Several actors are relevant for adapting language models to Norwegian conditions.
The university and higher education sector
In the university and higher education sector, there are several initiatives that both develop pre-trained Norwegian language models and fine-tune international models, for example, the Norwegian Research Center for AI Innovation (NorwAI) at NTNU. The NORA consortium includes many collaboration partners, including UiO and Norwegian Computing Center.
The National Center for E-health Research developed a healthcare language model (NorDeClin-BERT).
Future research projects related to language models will play an important role in adaptation to Norwegian conditions. It is important that some of these initiatives include adaptation to the Norwegian health and care sector, i.e., healthcare language models.
The health and care sector
In the health and care sector, both Helse Vest IKT and Sørlandet Hospital have been involved in adapting language models to Norwegian conditions for research purposes. Helse Vest IKT is now also looking at specific use cases for the language model Clinical NorBERT.
Industry plays a very important role by fine-tuning language models and offering services based on language models, including Norwegian pre-trained models, but especially international models. Suppliers now offer services based on language models to, among others, general practitioners.
The National Library
The National Library is a central research institution that develops and adapts language models for Norwegian conditions. The National Library has developed and made available the language model NB-Whisper for transcription of audio recordings, and the model has been further developed by suppliers for the health and care sector.

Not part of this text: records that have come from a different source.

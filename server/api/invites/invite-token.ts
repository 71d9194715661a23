import crypto from 'node:crypto';

export const INVITE_LIFETIME_MS = 72 * 3600 * 1000;

/** 32 random bytes as base64url: the link carries the token, the database only its SHA-256. */
export function newInviteToken(): { token: string; tokenHash: string } {
  const token = crypto.randomBytes(32).toString('base64url');
  return { token, tokenHash: hashInviteToken(token) };
}

export function hashInviteToken(token: string): string {
  return crypto.createHash('sha256').update(token).digest('hex');
}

The National Library will most likely have a special position in Norway when it comes to adapting language models to Norwegian conditions. The government proposes in the state budget for 2025 to allocate a total of 40 million kroner for training Norwegian and Sami language models (foundation models) for use in artificial intelligence. Of these, 20 million kroner will go to the National Library, which is tasked with training and making language models available, while 20 million kroner will go to financing computing power for training the models. The computing power will be delivered by the high-performance computing company Sigma2 AS, which is owned by Sikt – The Knowledge Sector's Service Provider [145]. The National Library's position could become very important for work with language models in the health and care sector as well, and close collaboration could be appropriate.